I was driving across Utah this past weekend, and the barren landscape with the low angled winter sun reminded me of one of my favorite authors, Willa Cather.
I was first introduced to her passionate prose in eleventh grade’s American Lit class with Mr. Williams. My Antonia was a required reading that I found deeply expressive and heroic. I’ve since read other classics by Ms. Cather, including O Pioneers, The Song of the Lark, and several of her short stories. Her heros are set against the backdrop of the unforgiving, yet somehow nurturing landscape of the Great Divide. Her characters are almost all imigrants, who must overcome their past as they overcome the land; and the heroism is to be found not in great acts, but in simple determination and fortitude that made the pioneer era the stuff of legends.

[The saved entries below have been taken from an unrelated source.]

"""``benchfit drift FILE``: JSON contract, text summary, log (results + series table), errors.

The capture is synthetic (made here, seeded): a 60 s tone at 2 kHz sampling with a known
linear drift; the checks are the drift command's own contract plus recovery of the drift
within 4 standard uncertainties (common practice for a synthetic recovery, no source).
"""

from __future__ import annotations

import json
import math
import sqlite3

import numpy as np
import pytest
import soundfile as sf

FS = 2000
F0 = 50.0
DRIFT = 500e-6 / 3600  # fractional per second: 500 ppm/h


@pytest.fixture(scope="module")
def capture(tmp_path_factory):
    rng = np.random.default_rng(7)
    d = tmp_path_factory.mktemp("drift")
    t = np.arange(60 * FS) / FS
    cycles = F0 * (t + 0.5 * DRIFT * t * t) + np.cumsum(1e-6 * rng.normal(size=t.size)) / FS * F0
    x = 0.4 * np.cos(2 * math.pi * cycles) + 1e-3 * rng.normal(size=t.size)
    path = d / "hc09_run.wav"
    sf.write(str(path), x, FS, subtype="FLOAT")
    side = {"benchfit_sidecar": 1, "channels": [{"name": "output"}], "sample_rate_hz": FS,
            "calibration": {"profile": "bench", "gain_v_per_fs": [4.0], "timebase_ppm": 0.0,
                            "timebase_u_ppm": 0.5, "coupling_tau_s": None}, "unit": "HC-09"}
    path.with_suffix(".json").write_text(json.dumps(side))
    return path


def test_json_contract_and_recovery(run, capture):
    r = run("drift", str(capture), "--json")
    assert r.returncode == 0, r.stderr
    d = json.loads(r.stdout)
    assert d["benchfit_drift"] == 1 and d["unit"] == "HC-09" and d["channel"] == "output"
    assert d["channel_unit"] == "V" and d["n_intervals"] == 60 and len(d["series"]) == 60
    st = d["stability"]
    assert st["model"] == "linear" and st["warmup_s"] == 0.0
    assert abs(st["drift_ppm_per_h"] - 500.0) < 4 * st["drift_u_ppm_per_h"]
    # levels in volts through the sidecar gain: 0.4 FS · 4 V/FS
    assert st["level_mean"] == pytest.approx(1.6, rel=1e-3)
    assert st["adev"][0]["tau_s"] == pytest.approx(1.0) and st["adev_1s"] == st["adev"][0]["adev"]
    row = d["series"][5]
    assert {"frequency_hz", "frequency_u_hz", "phase_rad", "amplitude", "thd_pct", "duty_cycle_pct"} <= set(row)
    # u of the frequency includes the sidecar's 0.5 ppm timebase uncertainty (25 µHz at 50 Hz)
    assert row["frequency_u_hz"] >= 50.0 * 0.5e-6


def test_text_summary_and_log(run, capture, tmp_path):
    log = tmp_path / "log.sqlite"
    r = run("drift", str(capture), "--log", str(log), "--operator", "demo")
    assert r.returncode == 0, r.stderr
    assert "drift rate" in r.stdout and "ppm/h" in r.stdout and "Allan deviation" in r.stdout
    assert "logged as run 1" in r.stdout
    con = sqlite3.connect(log)
    q = dict(con.execute("SELECT quantity, value FROM results WHERE run_id = 1").fetchall())
    assert {"drift_ppm_per_h", "warmup_s", "adev_1s", "level_drift_pct_per_h"} <= set(q)
    n = con.execute("SELECT COUNT(*) FROM drift_series WHERE run_id = 1").fetchone()[0]
    assert n == 60
    con.close()
    from benchfit.log.drift import read_series

    rows = read_series(log, 1)
    assert [r["index"] for r in rows] == list(range(60))
    # log stats works on the drift summary like on any result
    s = run("log", "stats", "drift_ppm_per_h", "--log", str(log), "--json")
    assert s.returncode == 0, s.stderr
    assert json.loads(s.stdout)["n"] == 1


def test_live_options_with_a_file_are_refused(run, capture):
    r = run("drift", str(capture), "--seconds", "10")
    assert r.returncode == 2
    assert r.stderr.startswith("error: --seconds: only for a live run")


def test_bad_interval(run, capture):
    r = run("drift", str(capture), "--interval", "soon")
    assert r.returncode == 2 and r.stderr.startswith("error: --interval 'soon'")


def test_an_interval_of_a_few_samples_is_refused_at_once(run, capture):
    # 1e-300 s made one-sample intervals (millions of them, for ever); a file and a live run alike refuse it
    for args in ((str(capture), "--interval", "1e-300"), (str(capture), "--interval", "1ms"),
                 ("--device", "0", "--seconds", "10", "--interval", "1ms")):
        r = run("drift", *args)
        lines = [ln for ln in r.stderr.splitlines() if ln.strip()]
        assert r.returncode == 2 and len(lines) == 1, r.stderr
        assert lines[0].startswith("error: --interval: ") and "needs at least 64 samples" in lines[0], r.stderr


def test_too_short_a_file(run, tmp_path):
    p = tmp_path / "short.wav"
    sf.write(str(p), np.cos(2 * math.pi * 50 * np.arange(3 * FS) / FS), FS)
    r = run("drift", str(p), "--json")
    # three intervals: no stability statistics, said in the warnings, series still given
    assert r.returncode == 0, r.stderr
    d = json.loads(r.stdout)
    assert d["stability"] is None and len(d["series"]) == 3
    assert any("at least 8" in w for w in d["warnings"])


def test_missing_file(run, tmp_path):
    r = run("drift", str(tmp_path / "nope.flac"))
    assert r.returncode == 2 and "no such file" in r.stderr and "Traceback" not in r.stderr
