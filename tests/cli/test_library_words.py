"""Library messages name Python parameters; the command line says its options (one translator).

The computing packages are called from Python: their errors and warnings say what a caller
passes (``fix={'Rload': …}``, ``fix={'L': '…±10%'}``, ``overwrite=True``, ``log_path=``).
``benchfit.cli.common.cli_words`` turns that into the options a shell user types
(``--fix Rload=…``, ``--fix L=…±10%``, ``--overwrite``, ``--log``) for error lines and the
warnings printed on the terminal; ``--json`` output and reports keep the library's words (they
are the Python API's data). Project convention, no outside source.
"""

from __future__ import annotations

import json
import re
from pathlib import Path

import numpy as np
import pytest

from benchfit.capture.capture import Capture
from benchfit.cli.common import cli_words
from benchfit.errors import BenchfitError
from benchfit.fit.lowpass import fit_lowpass
from benchfit.fit.ringdown import fit_ringdown
from benchfit.model.filter import LowpassParts, simulate

from capture_csv import write_capture_csv

FS = 20000.0
#: a command-line option: two dashes and a letter after a space, a bracket or the start
FLAG = re.compile(r"(^|[\s(])--[a-z]")


def _settled_two_channel(units: tuple[str, str] = ("V", "V")) -> Capture:
    """Drive and output of a 300 mH / 33 µF / 20 Ω / 1.5 Ω / 10 kΩ filter, started after 0.5 s of settling."""
    n_settle, n = int(0.5 * FS), int(0.5 * FS)
    t = np.arange(n_settle + n) / FS
    drive = 12.0 * (((t * 50.0) % 1.0) < 0.5)
    out = simulate(drive, FS, LowpassParts(0.3, 33e-6, 20.0, 1.5, 10e3))
    rng = np.random.default_rng(4)
    return Capture(np.vstack([drive[n_settle:] + rng.normal(0, 5e-3, n), out[n_settle:] + rng.normal(0, 2e-3, n)]),
                   FS, ("drive", "output"), units, source="synthetic.csv")


def _ringing() -> Capture:
    t = np.arange(int(1.0 * FS)) / FS
    y = simulate(5.0 * (((t * 10.0) % 1.0) < 0.5), FS, LowpassParts(0.1, 1e-6, 20.0, 0.0, float("inf")))
    return Capture((y + np.random.default_rng(5).normal(0.0, 2e-3, t.size))[None, :], FS, ("output",), ("V",),
                   source="ring.wav")


@pytest.fixture(scope="module")
def fit_warnings() -> list[str]:
    """Warnings of representative fits: L fixed without a tolerance (two-channel, uncalibrated
    inputs, and ring-down) and nothing fixed (L and C not separately determined)."""
    out: list[str] = []
    out += fit_lowpass(_settled_two_channel(("FS", "FS")), fix={"L": 0.3}).warnings
    out += fit_lowpass(_settled_two_channel()).warnings
    out += fit_ringdown(_ringing(), fix={"L": 0.1}).warnings
    return out


@pytest.mark.parametrize("library,cli", [
    ("give the tolerance, e.g. fix={'L': '…±10%'}, to include it", "give the tolerance, e.g. --fix L=…±10%, to include it"),
    ("or fix Rload (fix={'Rload': …})", "or fix Rload (--fix Rload=…)"),
    ("measure L (or C) and pass fix={'L': …} (or fix={'C': …})", "measure L (or C) and pass --fix L=… (or --fix C=…)"),
])
def test_fit_warnings_name_parameters_and_the_cli_says_flags(fit_warnings, library, cli):
    hits = [w for w in fit_warnings if library in w]
    assert hits, fit_warnings
    assert all(cli in cli_words(w) and not FLAG.search(w) for w in hits)


def test_no_fit_warning_quotes_a_flag(fit_warnings):
    assert fit_warnings and not [w for w in fit_warnings if FLAG.search(w)]


def _error(call) -> str:
    with pytest.raises(BenchfitError) as err:
        call()
    return str(err.value)


def _not_a_log(tmp_path: Path) -> Path:
    p = tmp_path / "notes.sqlite"
    import sqlite3

    con = sqlite3.connect(p)
    con.execute("CREATE TABLE notes (x)")
    con.commit()
    con.close()
    return p


def _log_errors(tmp_path: Path) -> list[tuple[str, str, str]]:
    """(message, library words, command-line words) of real calls into benchfit.log."""
    from benchfit.log.export import export_log
    from benchfit.log.sqlite import connect
    from benchfit.log.store import sync_log, use_bench

    exists = tmp_path / "out.csv"
    exists.write_text("x\n")
    missing = tmp_path / "none.sqlite"
    foreign = _not_a_log(tmp_path)
    return [
        (_error(lambda: export_log(missing, "xml")), "fmt: 'xml' is unknown", "--format: 'xml' is unknown"),
        (_error(lambda: export_log(missing, "csv", exists)), "choose another out= or add overwrite=True",
         "choose another --out or add --overwrite"),
        (_error(lambda: connect(foreign)), "give another path with log_path= or BENCHFIT_LOG",
         "give another path with --log or BENCHFIT_LOG"),
        (_error(lambda: connect(missing, create=False)), "or give the right path with log_path=",
         "(or measure/fit with --log) first, or give the right path with --log"),
        (_error(lambda: sync_log(missing)), "sync_log() is for a server log (log_path='postgresql://…' or",
         "'benchfit log sync' is for a server log (--log postgresql://… or BENCHFIT_LOG)"),
        (_error(lambda: use_bench(" ")), "bench ' ': not a bench name", "--bench ' ': not a bench name"),
    ]


def test_log_errors_name_parameters_and_the_cli_says_flags(tmp_path):
    for msg, library, cli in _log_errors(tmp_path):
        assert library in msg and not FLAG.search(msg), msg
        assert cli in cli_words(msg), cli_words(msg)


@pytest.mark.parametrize("library,cli", [
    ("no timer parts were given (timer=TimerParts(ra=…, rb=…, c1=…)): the",
     "no timer parts were given (--ra, --rb, --c1): the"),
    ("without the bank's make-up (bank=) the", "without the bank's make-up (--bank) the"),
    ("add drift='RUN.json' (or the long capture)", "add --drift RUN.json (or the long capture)"),
    ("channel_map={'output': '2'}: a.wav already has", "--channel output=2: a.wav already has"),
    ("unit: the serial is empty — give the unit's serial, e.g. unit='HC-07'",
     "--unit: the serial is empty — give the unit's serial, e.g. --unit HC-07"),
    ("model: 'x' is unknown — use model='lc-lowpass' or model='ringdown'",
     "--model: 'x' is unknown — use --model lc-lowpass or --model ringdown"),
    ("not a pulse; force_pulse=True gives them anyway", "not a pulse; --pulse gives them anyway"),
    ("so the uncertainties are wide — raise harmonics= for tighter ones",
     "so the uncertainties are wide — raise --harmonics for tighter ones"),
    ("— use interval_s=1 (or a divisor of 1 s)", "— use --interval 1 (or a divisor of 1 s)"),
    ("state the channel's calibrated figure with gain_u_rel=", "state the channel's calibrated figure with --gain-u"),
    ("999 reports named x already exist — choose another out_dir", "999 reports named x already exist — choose another --out"),
])
def test_translator_maps_each_library_spelling(library, cli):
    # the library phrases of design/, report/, measurement/ (the calls that make them are
    # tested in those packages); each maps to the options of the command that shows it
    assert cli_words(library) == cli


def test_translator_leaves_command_line_words_and_prose_alone():
    for text in ("--fix: the value is empty — give a value after --fix=", "--fix L=300m±10%",
                 "choose another --out or add --overwrite", "the output is fixed — check the wiring",
                 "fit: the optimiser did not converge", "a unit of 10 V"):
        assert cli_words(text) == text
    once = cli_words("pass fix={'L': '…±10%'} or overwrite=True")
    assert cli_words(once) == once == "pass --fix L=…±10% or --overwrite"


def _cli(capsys, monkeypatch, *args: str) -> tuple[int, str, str]:
    from benchfit.cli import main

    monkeypatch.setenv("COLUMNS", "200")
    try:
        main(list(args))
        code = 0
    except SystemExit as e:
        code = e.code if isinstance(e.code, int) else 1
    res = capsys.readouterr()
    return code, res.out, res.err


def test_fit_terminal_says_flags_and_json_keeps_the_library_words(tmp_path, capsys, monkeypatch):
    f = write_capture_csv(tmp_path / "two.csv", _settled_two_channel())
    code, out, _ = _cli(capsys, monkeypatch, "fit", str(f), "--fix", "L=300m")
    assert code == 0 and "warning: L: fixed without a tolerance" in out
    assert "e.g. --fix L=…±10%, to include it" in out and "fix={" not in out
    code, out, _ = _cli(capsys, monkeypatch, "fit", str(f), "--fix", "L=300m", "--json")
    warnings = json.loads(out)["warnings"]
    assert code == 0 and any("e.g. fix={'L': '…±10%'}, to include it" in w for w in warnings)
    assert not [w for w in warnings if FLAG.search(w)]


def test_log_error_line_says_flags(tmp_path, capsys, monkeypatch):
    dest = tmp_path / "export.csv"
    dest.write_text("x\n")
    log = tmp_path / "log.sqlite"
    code, _, err = _cli(capsys, monkeypatch, "log", "export", "--log", str(log), "--format", "csv", "--out", str(dest))
    assert code == 2 and err.count("\n") == 1
    assert err.startswith(f"error: {dest}: file exists — choose another --out or add --overwrite"), err
    code, _, err = _cli(capsys, monkeypatch, "log", "list", "--log", str(_not_a_log(tmp_path)))
    assert code == 2 and "give another path with --log or BENCHFIT_LOG" in err and "log_path" not in err
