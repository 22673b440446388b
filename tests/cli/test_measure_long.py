"""`benchfit measure` on a file with more samples than are held at once: read in blocks, same
numbers as the whole-file measurement (threshold lowered by $BENCHFIT_BLOCK_SAMPLES for the test)."""

from __future__ import annotations

import json
import math

import numpy as np
import pytest
import soundfile as sf

FS = 8000


@pytest.fixture(scope="module")
def wav(tmp_path_factory):
    rng = np.random.default_rng(77)
    n = 12 * FS
    t = np.arange(n) / FS
    out = 0.6 * np.cos(2 * math.pi * 50.02 * t + 0.4) + 0.02 * np.cos(6 * math.pi * 50.02 * t) + rng.normal(0, 1e-3, n)
    path = tmp_path_factory.mktemp("cli_long") / "HC-07_long.wav"
    sf.write(str(path), out, FS, subtype="FLOAT")
    return path


def test_measure_reads_a_long_file_in_blocks_with_the_same_result(wav, run, monkeypatch):
    whole = run("measure", str(wav), "--json")
    assert whole.returncode == 0, whole.stderr
    monkeypatch.setenv("BENCHFIT_BLOCK_SAMPLES", "16384")
    blocks = run("measure", str(wav), "--json")
    assert blocks.returncode == 0, blocks.stderr
    w, b = json.loads(whole.stdout)["channels"][0], json.loads(blocks.stdout)["channels"][0]
    assert not any(s.startswith("measured in") for s in w["warnings"])
    assert any(s.startswith("measured in 47 blocks of 0.256 s") for s in b["warnings"])  # ⌈96,000 / 2048⌉
    # same samples: the levels are the same numbers; the frequency agrees well within its u
    assert b["vpp"] == w["vpp"] and b["vrms"] == pytest.approx(w["vrms"], rel=1e-12)
    assert abs(b["frequency_hz"] - w["frequency_hz"]) < w["frequency_u_hz"]
    assert abs(b["thd_pct"] - w["thd_pct"]) < max(w["thd_u_pct"], b["thd_u_pct"])


def test_a_bad_threshold_is_one_line(wav, run, monkeypatch):
    monkeypatch.setenv("BENCHFIT_BLOCK_SAMPLES", "12")
    res = run("measure", str(wav))
    assert res.returncode == 2
    line = res.stderr.strip()
    assert line.startswith("error: BENCHFIT_BLOCK_SAMPLES: 12 is below 1024 samples — ") and "\n" not in line


def test_plot_of_a_long_file_draws_from_its_first_block(wav, run, monkeypatch, tmp_path):
    monkeypatch.setenv("BENCHFIT_BLOCK_SAMPLES", "16384")
    fig = tmp_path / "long.svg"
    res = run("measure", str(wav), "--plot", str(fig))
    assert res.returncode == 0, res.stderr
    assert fig.stat().st_size > 1000 and "<svg" in fig.read_text()[:400]
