def write_unit(path: Path, *, freq: float, seed: int, unit: str | None = None, seconds: float = 0.5) -> Path:
    """A hum-check output (1.6 V peak sine + 2 % third harmonic + noise) with its sidecar."""
    rng = np.random.default_rng(seed)
    t = np.arange(int(seconds * FS)) / FS
    x = 0.4 * np.cos(2 * math.pi * freq * t + 0.3) + 0.008 * np.cos(6 * math.pi * freq * t)
    x = x + rng.normal(0.0, 1e-3, t.size)
    path.parent.mkdir(parents=True, exist_ok=True)
    sf.write(path, x, FS, subtype="FLOAT")
    sidecar = {"benchfit_sidecar": 1, "channels": [{"name": "output"}], "sample_rate_hz": FS,
               "device": "test", "start_utc": "2026-12-01T17:00:00Z", "overflow_count": 0, "clip_count": 0,
               "calibration": {"profile": "test", "gain_v_per_fs": [GAIN_V_PER_FS], "timebase_ppm": 0.0,
                               "timebase_u_ppm": 0.0, "coupling_tau_s": None},
               "benchfit_version": "0.1.0"}
    if unit is not None:
        sidecar["unit"] = unit
    path.with_suffix(".json").write_text(json.dumps(sidecar))
    return path


@pytest.fixture(scope="module")
def batch(tmp_path_factory) -> dict[str, Path]:
    """Four good captures, a non-numeric CSV and a capture in a sub-folder."""
    d = tmp_path_factory.mktemp("batch")
    write_unit(d / "HC-01.wav", freq=50.00, seed=1)
    write_unit(d / "HC-02.wav", freq=50.05, seed=2)
    write_unit(d / "box_c.wav", freq=49.98, seed=3, unit="HC-03")
    write_unit(d / "HC-04.wav", freq=51.00, seed=4)  # 1 Hz high: fails the ±0.25 Hz limit
    (d / "HC-99_bad.csv").write_text("time,output\nabc,def\nghi,jkl\n")
    write_unit(d / "nested" / "HC-05.wav", freq=50.01, seed=5)
    (d / "notes.md").write_text("bench notes, not a capture\n")
    spec = d / "hc_spec.toml"
    spec.write_text(SPEC_TOML, encoding="utf-8")
    return {"dir": d, "spec": spec, "bad": d / "HC-99_bad.csv"}


def _lines(text: str) -> list[dict]:
    return [json.loads(line) for line in text.strip().splitlines()]


def assert_same_result(a, b, where: str = "") -> None:
    """Same keys, same strings/flags, numbers equal to rounding.

    Tolerance: workers run numpy's BLAS on one thread, this test process on as many as it
    was started with; a different thread count changes the order of floating-point sums,
    so results agree to rounding (rel 1e-9 is ~10^7 ulp of margin), not bit for bit.
    """
    if isinstance(a, dict):
        assert isinstance(b, dict) and set(a) == set(b), where
        for k in a:
            assert_same_result(a[k], b[k], f"{where}.{k}")
    elif isinstance(a, list):
        assert isinstance(b, list) and len(a) == len(b), where
        for i, (x, y) in enumerate(zip(a, b)):
            assert_same_result(x, y, f"{where}[{i}]")
    elif isinstance(a, float) and not isinstance(b, bool):
        assert b == pytest.approx(a, rel=1e-9, abs=1e-12), where
    else:
        assert a == b, where


# --- choosing files -------------------------------------------------------------------------

def test_collect_captures_picks_by_extension_sorted_and_skips_sidecars(tmp_path):
    from benchfit.cli.batch import collect_captures

    for name in ("b.wav", "a.FLAC", "c.csv", "c.json", "d.tsv", "e.txt", "f.ogg", "g.aiff", "h.md", "i.wav.bak"):
        (tmp_path / name).write_bytes(b"")
    (tmp_path / "sub").mkdir()
    (tmp_path / "sub" / "z.wav").write_bytes(b"")
    files, notes = collect_captures([tmp_path])
    assert [f.name for f in files] == ["a.FLAC", "b.wav", "c.csv", "d.tsv", "e.txt", "f.ogg", "g.aiff"]
    assert notes == []
    deep, _ = collect_captures([tmp_path], recursive=True)
    assert [f.name for f in deep][-1] == "z.wav" and len(deep) == 8
    # a named file is taken whatever its extension, once; a missing one is kept for its job to report
    named, _ = collect_captures([tmp_path / "h.md", tmp_path / "b.wav", tmp_path, tmp_path / "gone.wav"])
    assert [f.name for f in named][:2] == ["h.md", "b.wav"]
    assert [f.name for f in named].count("b.wav") == 1 and named[-1].name == "gone.wav"
    # a shell pattern that also matched a sidecar: the sidecar is named in a note, not measured
    files, notes = collect_captures([tmp_path / "c.csv", tmp_path / "c.json"])
    assert [f.name for f in files] == ["c.csv"] and len(notes) == 1 and "sidecar" in notes[0]
    empty = tmp_path / "empty"
    empty.mkdir()
    files, notes = collect_captures([empty])
    assert files == [] and len(notes) == 1 and "--recursive" in notes[0]


def test_unit_serial_from_sidecar_else_stem(batch, tmp_path):
    from benchfit.cli.batch import unit_serial
    from benchfit.errors import CaptureError

    assert unit_serial(batch["dir"] / "box_c.wav") == "HC-03"
    assert unit_serial(batch["dir"] / "HC-01.wav") == "HC-01"
    assert unit_serial(batch["bad"]) == "HC-99_bad"
    odd = write_unit(tmp_path / "x.wav", freq=50.0, seed=9)
    data = json.loads(odd.with_suffix(".json").read_text())
    odd.with_suffix(".json").write_text(json.dumps({**data, "unit": 7}))
    with pytest.raises(CaptureError, match="'unit' must be"):
        unit_serial(odd)


# --- measure ----------------------------------------------------------------------------------

def test_measure_folder_good_results_bad_file_one_line_exit_2(batch, run):
    res = run("measure", str(batch["dir"]), "--json", "--jobs", "2")
    assert res.returncode == 2, res.stderr
    objs = _lines(res.stdout)
    assert sorted(Path(o["file"]).name for o in objs) == ["HC-01.wav", "HC-02.wav", "HC-04.wav", "box_c.wav"]
    named = [line for line in res.stderr.splitlines() if "HC-99_bad.csv" in line]
    assert len(named) == 1 and named[0].startswith("error: "), res.stderr
    assert "Traceback" not in res.stderr
    by_name = {Path(o["file"]).name: o["channels"][0] for o in objs}
    assert by_name["HC-02.wav"]["frequency_hz"] == pytest.approx(50.05, abs=1e-3)  # u ≈ 1e-5 Hz at this SNR
    assert by_name["HC-01.wav"]["vrms"] == pytest.approx(1.6 / math.sqrt(2), rel=2e-3)  # + harmonic, noise
    assert by_name["HC-01.wav"]["unit"] == "V"  # sidecar gain applied in the worker


def test_json_lines_equal_single_file_runs(batch, run):
    res = run("measure", str(batch["dir"]), "--json", "--jobs", "2")
    for obj in _lines(res.stdout):
        single = run("measure", obj["file"], "--json")
        assert single.returncode == 0, single.stderr
        assert_same_result(json.loads(single.stdout), obj)  # same code on the same bytes


def test_jobs_1_and_2_give_the_same_results(batch, run):
    one = run("measure", str(batch["dir"]), "-r", "--json", "--jobs", "1")
    two = run("measure", str(batch["dir"]), "-r", "--json", "--jobs", "2")
    assert one.returncode == two.returncode == 2
    key = lambda o: o["file"]  # noqa: E731
    assert [o["file"] for o in sorted(_lines(one.stdout), key=key)] == \
        [o["file"] for o in sorted(_lines(two.stdout), key=key)]
    assert_same_result(sorted(_lines(one.stdout), key=key), sorted(_lines(two.stdout), key=key))
    assert len(_lines(one.stdout)) == 5


def test_recursive_finds_nested_files(batch, run):
    flat = run("measure", str(batch["dir"]), "--json", "--jobs", "1")
    deep = run("measure", str(batch["dir"]), "--recursive", "--json", "--jobs", "1")
    flat_names = {Path(o["file"]).name for o in _lines(flat.stdout)}
    deep_names = {Path(o["file"]).name for o in _lines(deep.stdout)}
    assert "HC-05.wav" not in flat_names and deep_names == flat_names | {"HC-05.wav"}


def test_human_output_prints_every_good_file(batch, run):
    res = run("measure", str(batch["dir"]), "--jobs", "2")
    assert res.returncode == 2
    for name in ("HC-01.wav", "HC-02.wav", "HC-04.wav", "box_c.wav"):
        assert name in res.stdout
    assert res.stdout.count("channel output (V)") == 4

One of my very favorite quotes comes from My Antonia:
The new country lay open before me: there were no fences in those days, and I could choose my own way over the grass uplands, trusting the pony to get me home again. Sometimes I followed the sunflower-bordered roads. Fuchs told me that the sunflowers were introduced into that country by the Mormons; that at the time of the persecution, when they left Missouri and struck out into the wilderness to find a place where they could worship God in their own way, the members of the first exploring party, crossing the plains to Utah, scattered sunflower seed as they went. The next summer, when the long trains of wagons came through with all the women and children, they had the sunflower trail to follow. I believe that botanists do not confirm Fuchs’s story, but insist that the sunflower was native to those plains. Nevertheless, that legend has stuck in my mind, and sunflower-bordered roads always seem to me the roads to freedom.
In Utah (where the mormons settled), every summer the roads and highways are lined with wild sunflowers, and I’m always reminded of this passage.